The Houston-based workforce housing provider announced on Tuesday that fourth-quarter revenues rose 7% to $161.6 million, up from $151 million in the same period a year ago.

While the company remained in the red, its net loss narrowed substantially to $6.5 million, or $0.56 per diluted share, compared to a loss of $15.1 million, or $1.10 per share, in the fourth quarter of 2024.

The quarter’s highlight was a nearly twofold increase in adjusted EBITDA, which climbed to $21.7 million from $11.4 million year-over-year.

Management attributed the surge to improved margins within its Canadian segment—long a cornerstone of its operations serving the oil sands—following a rigorous internal push to lower operating expenses.

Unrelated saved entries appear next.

describe('polarization', () => {
  // Malus: cos² of the angle between linear polarizations; 30° −1.2494, 45° −3.0103, 60° −6.0206 dB.
  it.each([
    [30, -1.2494],
    [45, -3.0103],
    [60, -6.0206],
    [-60, -6.0206],
  ])('rolled by %d°: %d dB', (rollDeg, expected) => {
    const scene = between({ antennas: { aut: { kind: 'yagi5' }, range: isotropic() } });
    const aligned = levelDb(scene.s('S21', 868e6, 0, ahead));
    expect(levelDb(scene.s('S21', 868e6, 0, { ...ahead, rollDeg })) - aligned).toBeCloseTo(expected, 4);
  });

  it('shows the cross-polar level of either antenna at 90° of roll', () => {
    for (const end of ['aut', 'range'] as const) {
      const antennas = { aut: isotropic(), range: isotropic(), [end]: { ...isotropic(), crossPolarDb: 23 } };
      const scene = between({ antennas });
      const co = levelDb(scene.s('S21', 868e6, 0, ahead));
      const cross = levelDb(scene.s('S21', 868e6, 0, { ...ahead, rollDeg: 90 }));
      expect(co - cross).toBeCloseTo(23, 9);
    }
  });
});

describe('the two axes and the roll', () => {
  // A half-wave dipole in its own frame: cos((π/2) sin e)/cos e at elevation e, field along its wire.
  const halfWave = (e: number): number => Math.cos((Math.PI / 2) * Math.sin(e)) / Math.cos(e);
  const antennas = { aut: { kind: 'half-wave-dipole' as const }, range: isotropic() };
  const off = { azimuthDeg: 60, elevationDeg: 30, rollDeg: 0 };

  it('with the turntable on the tilt, a position is a direction', () => {
    const scene = between({ antennas, stacking: 'azimuth-over-elevation' });
    const drop = levelDb(scene.s('S21', 868e6, 0, off)) - levelDb(scene.s('S21', 868e6, 0, ahead));
    // −1.7609 dB at 30° (closed form).
    expect(drop).toBeCloseTo(-1.7609, 3);
  });

  it('with the tilt on the turntable, the direction and the wire’s tilt follow from the turns', () => {
    const scene = between({ antennas, stacking: 'elevation-over-azimuth' });
    const drop = levelDb(scene.s('S21', 868e6, 0, off)) - levelDb(scene.s('S21', 868e6, 0, ahead));
    // The wire leans 30° in the turned plane: sin e = cos 60°·sin 30°; a wave polarized upright meets the
    // field of the wire under an angle whose cosine is cos 30°/cos e.
    const e = Math.asin(0.5 * 0.5);
    expect(drop).toBeCloseTo(20 * Math.log10((halfWave(e) * Math.cos(Math.PI / 6)) / Math.cos(e)), 9);
  });

  it('a line source seen from aside and above follows the direction cosine along the line', () => {
    const wavelengthM = lightspeed / 868e6;
    const aut = { kind: 'line-source' as const, lengthM: 3 * wavelengthM, gainDbi: 0 };
    const scene = between({ antennas: { aut, range: isotropic() } });
    const pose = { azimuthDeg: 30, elevationDeg: 60, rollDeg: 0 };
    const drop = levelDb(scene.s('S21', 868e6, 0, pose)) - levelDb(scene.s('S21', 868e6, 0, ahead));
    // u = π·3·sin 30°·cos 60° = 0.75π.
    expect(drop).toBeCloseTo(20 * Math.log10(Math.sin(0.75 * Math.PI) / (0.75 * Math.PI)), 9);
  });

  it('rolls the range antenna’s pattern with it: up goes to the left as the AUT sees it', () => {
    // A cardioid looking to its own left, which is right for the AUT; rolled by 90° it looks up.
    const range = { kind: 'cardioid' as const, gainDbi: 0, rotateAzimuthDeg: 90 };
    const echoAt = (departureElevationDeg: number): number => {
      const echoes = [{ extraPathM: 0, levelDb: 60, departureElevationDeg }];
      return levelDb(
        between({ antennas: { aut: isotropic(), range }, echoes }).s('S21', 868e6, 0, {
          ...ahead,
          rollDeg: 90,
        }),
      );
    };
    // Field (1 + cos t)/2 at t = 30° and 150°; the direct wave is 60 dB below the echo at least in part.
    const expected = 20 * Math.log10((1 + Math.cos(Math.PI / 6)) / (1 - Math.cos(Math.PI / 6)));
    expect(Math.abs(echoAt(60) - echoAt(-60) - expected)).toBeLessThan(0.2);
  });

  it('adds the range antenna’s cross component across its co component', () => {
    // Cross over co of 0.1 in phase: upright share cos r − 0.1 sin r.
    const range = { ...isotropic(), crossPolarDb: 20 };
    const scene = between({ antennas: { aut: isotropic(), range } });
    const r = Math.PI / 6;
    const drop =
      levelDb(scene.s('S21', 868e6, 0, { ...ahead, rollDeg: 30 })) - levelDb(scene.s('S21', 868e6, 0, ahead));
    expect(drop).toBeCloseTo(20 * Math.log10(Math.cos(r) - 0.1 * Math.sin(r)), 9);
  });

  it('loses in the antenna what its heat takes', () => {
    const lossy = between({ antennas: { aut: { ...isotropic(), lossDb: 1.3 }, range: isotropic() } });
    expect(
      levelDb(lossy.s('S21', 868e6, 0, ahead)) - levelDb(between({}).s('S21', 868e6, 0, ahead)),
    ).toBeCloseTo(-1.3, 9);
  });
});

describe('echoes', () => {
  const band = Float64Array.from({ length: 2001 }, (_, i) => 800e6 + i * 100e3);

  function ripple(description: SceneDescription): { maximaHz: number[]; maxDb: number; minDb: number } {
    const direct = between({
      ...(description.rangeLengthM ? { rangeLengthM: description.rangeLengthM } : {}),
    });
    const scene = between(description);
    const db = Array.from(
      band,
      (f) => levelDb(scene.s('S21', f, 0, ahead)) - levelDb(direct.s('S21', f, 0, ahead)),
    );
    const maximaHz = db.flatMap((v, i) =>
      v > (db[i - 1] ?? Infinity) && v >= (db[i + 1] ?? Infinity) ? [band[i]!] : [],
    );
    return { maximaHz, maxDb: Math.max(...db), minDb: Math.min(...db) };
  }

  // Ripple period c/ΔL: 99.9308 MHz for 3 m, 29.9792 MHz for 10 m (closed form). Extremes of a −20 dB echo
  // +0.8279/−0.9151 dB, of −10 dB +2.3866/−3.3018 dB (two-phasor sum, IEEE Std 149).
  it.each([
    [10, -20, 29.9792e6, 0.8279, -0.9151],
    [3, -10, 99.9308e6, 2.3866, -3.3018],
  ])('%d m longer at %d dB ripples with its period and size', (extraPathM, level, periodHz, maxDb, minDb) => {
    const seen = ripple({ echoes: [{ extraPathM, levelDb: level }] });
    expect(seen.maximaHz.length).toBeGreaterThan(1);
    const apart = (seen.maximaHz.at(-1)! - seen.maximaHz[0]!) / (seen.maximaHz.length - 1);
    // The raster of 100 kHz limits what can be seen.
    expect(Math.abs(apart - periodHz)).toBeLessThan(150e3);
    expect(seen.maxDb).toBeCloseTo(maxDb, 3);
    expect(seen.minDb).toBeCloseTo(minDb, 3);
  });

  // Two rays over flat ground with reflection −1: first null above ground at h = λR/(2·h_s) when the range
  // is long (common practice). The exact heights make both paths differ by one wavelength.
  it('bounces off the ground with the true path difference', () => {
    const [rangeLengthM, rangeAntennaM, autM] = [40, 3, 2];
    const along = Math.sqrt(rangeLengthM ** 2 - 1);
    const bounceM = Math.hypot(along, 5);
    const nullHz = lightspeed / (bounceM - rangeLengthM);
    const scene = between({ rangeLengthM, ground: { rangeAntennaM, autM, reflectionMagnitude: 1 } });
    const direct = levelDb(between({ rangeLengthM }).s('S21', nullHz, 0, ahead));
    // At the null only the difference of spreading is left: 1 − R/L.
    expect(levelDb(scene.s('S21', nullHz, 0, ahead)) - direct).toBeCloseTo(
      20 * Math.log10(1 - rangeLengthM / bounceM),
      3,
    );
    expect(
      levelDb(scene.s('S21', nullHz * 1.5, 0, ahead)) -
        levelDb(between({ rangeLengthM }).s('S21', nullHz * 1.5, 0, ahead)),
    ).toBeCloseTo(20 * Math.log10(1 + rangeLengthM / bounceM), 3);
  });

  it('weights a bounce with the pattern at its own angle below the line of sight', () => {
    // Equal heights of 5 m over 10 m: the bounce comes 45° from below, along 14.14 m.
    const ground = { rangeAntennaM: 5, autM: 5, reflectionMagnitude: 1, reflectionPhaseDeg: 0 };
    const dipole = { kind: 'half-wave-dipole' as const };
    const antennas = { aut: dipole, range: isotropic() };
    const frequencyHz = lightspeed / (Math.SQRT2 * 10 - 10);
    const ratio =
      levelDb(between({ antennas, ground }).s('S21', frequencyHz, 0, ahead)) -
      levelDb(between({ antennas }).s('S21', frequencyHz, 0, ahead));
    // Half-wave dipole at 45°: −4.0417 dB (cos(π/2 sin e)/cos e); spreading 1/√2; in phase.
    expect(ratio).toBeCloseTo(20 * Math.log10(1 + 10 ** (-4.0417 / 20) / Math.SQRT2), 3);
  });

  it('sees a bounce under its angle to a sloping line of sight, at either end', () => {
    // 8 and 2 m high, 10 m apart: 8 m along the ground, the sight slopes by atan(6/8) = 36.87°, the bounce by
    // atan(10/8) = 51.34°: 88.21° off the sight at the AUT, 14.47° at the range antenna; 12.806 m long.
    const ground = { rangeAntennaM: 8, autM: 2, reflectionMagnitude: 1, reflectionPhaseDeg: 0 };
    const dipole = { kind: 'half-wave-dipole' as const };
    const bounceM = Math.hypot(8, 10);
    const frequencyHz = (3 * lightspeed) / (bounceM - 10);
    for (const [end, e] of [
      ['aut', Math.atan2(10, 8) + Math.atan2(6, 8)],
      ['range', Math.atan2(10, 8) - Math.atan2(6, 8)],
    ] as const) {
      const antennas = { aut: isotropic(), range: isotropic(), [end]: dipole };
      const rise =
        levelDb(between({ antennas, ground }).s('S21', frequencyHz, 0, ahead)) -
        levelDb(between({ antennas }).s('S21', frequencyHz, 0, ahead));
      const factor = Math.cos((Math.PI / 2) * Math.sin(e)) / Math.cos(e);
      expect(rise).toBeCloseTo(20 * Math.log10(1 + (factor * 10) / bounceM), 6);
    }
  });

  it('launches towards a wall with the range antenna’s pattern on that side', () => {
    const frequencyHz = 868e6;
    const lengthM = (Math.SQRT2 * lightspeed) / frequencyHz;
    const walls = [{ side: 'left' as const, distanceM: 5, reflectionDb: -6 }];
    const level = (rotateAzimuthDeg: number, withWall: boolean): number => {
      const range = { kind: 'line-source' as const, lengthM, gainDbi: 0, rotateAzimuthDeg };
      const scene = between({ antennas: { aut: isotropic(), range }, walls: withWall ? walls : [] });
      return levelDb(scene.s('S21', frequencyHz, 0, ahead));
    };
    // The null at 45° lies on the wall; turned to its own right the antenna looks at the wall alone.
    expect(level(0, true)).toBeCloseTo(level(0, false), 6);
    expect(level(-45, true) - level(0, false)).toBeCloseTo(-6 - 3.0103, 3);
  });

  it('lets a wall be seen from the side where it stands', () => {
    // Wall 5 m aside over 10 m: its echo arrives 45° from the left, over √2 times the length.
    const frequencyHz = 868e6;
    const wavelengthM = lightspeed / frequencyHz;
    // Null of sin(u)/u at sin(azimuth) = λ/L: L = √2·λ puts it at 45°.
    const aut = { kind: 'line-source' as const, lengthM: Math.SQRT2 * wavelengthM, gainDbi: 0 };
    const walls = [{ side: 'left' as const, distanceM: 5, reflectionDb: -6 }];
    const antennas = { aut, range: isotropic() };
    const with45 = between({ antennas, walls });
    const without = between({ antennas });
    // Straight ahead the wall sits in the null: nothing of it is seen.
    expect(levelDb(with45.s('S21', frequencyHz, 0, ahead))).toBeCloseTo(
      levelDb(without.s('S21', frequencyHz, 0, ahead)),
      6,
    );
    // At azimuth −45° the direct wave sits in the null and the left wall is straight ahead: −6 dB and 1/√2.
    const turned = { ...ahead, azimuthDeg: -45 };
    expect(
      levelDb(with45.s('S21', frequencyHz, 0, turned)) - levelDb(without.s('S21', frequencyHz, 0, ahead)),
    ).toBeCloseTo(-6 - 3.0103, 3);
    // At +45° it is the other side: 90° away from the wall, where this line gives sin(u)/u at u = π√2.
    const u = Math.PI * Math.SQRT2;
    expect(
      levelDb(with45.s('S21', frequencyHz, 0, { ...ahead, azimuthDeg: 45 })) -
        levelDb(without.s('S21', frequencyHz, 0, ahead)),
    ).toBeCloseTo(-6 - 3.0103 + 20 * Math.log10(Math.abs(Math.sin(u) / u)), 3);
  });
});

Additionally, the company saw its first full quarter of contributions from an Australian acquisition completed in May 2025, which helped diversify its geographic footprint.

Free cash flow also saw a dramatic upswing, reaching $15.3 million for the quarter, compared to just $2.1 million in the prior-year period.

This liquidity provides Civeo with additional breathing room as it navigates a shifting landscape for remote workforce logistics in the natural resource sector.

For the full year 2025, the results reflected a transition period.

Total annual revenue dipped to $638.8 million from $682.1 million in 2024, yet full-year adjusted EBITDA improved to $88.2 million from $79.9 million.

This suggests that while top-line growth was pressured by project timelines and market fluctuations earlier in the year, the company’s focus on "efficiency over volume" is starting to stabilize the earnings profile.

Despite the progress, the annual net loss widened to $20.1 million for 2025, up from $17.1 million the previous year, largely due to one-time costs and the impact of the acquisition earlier in the cycle.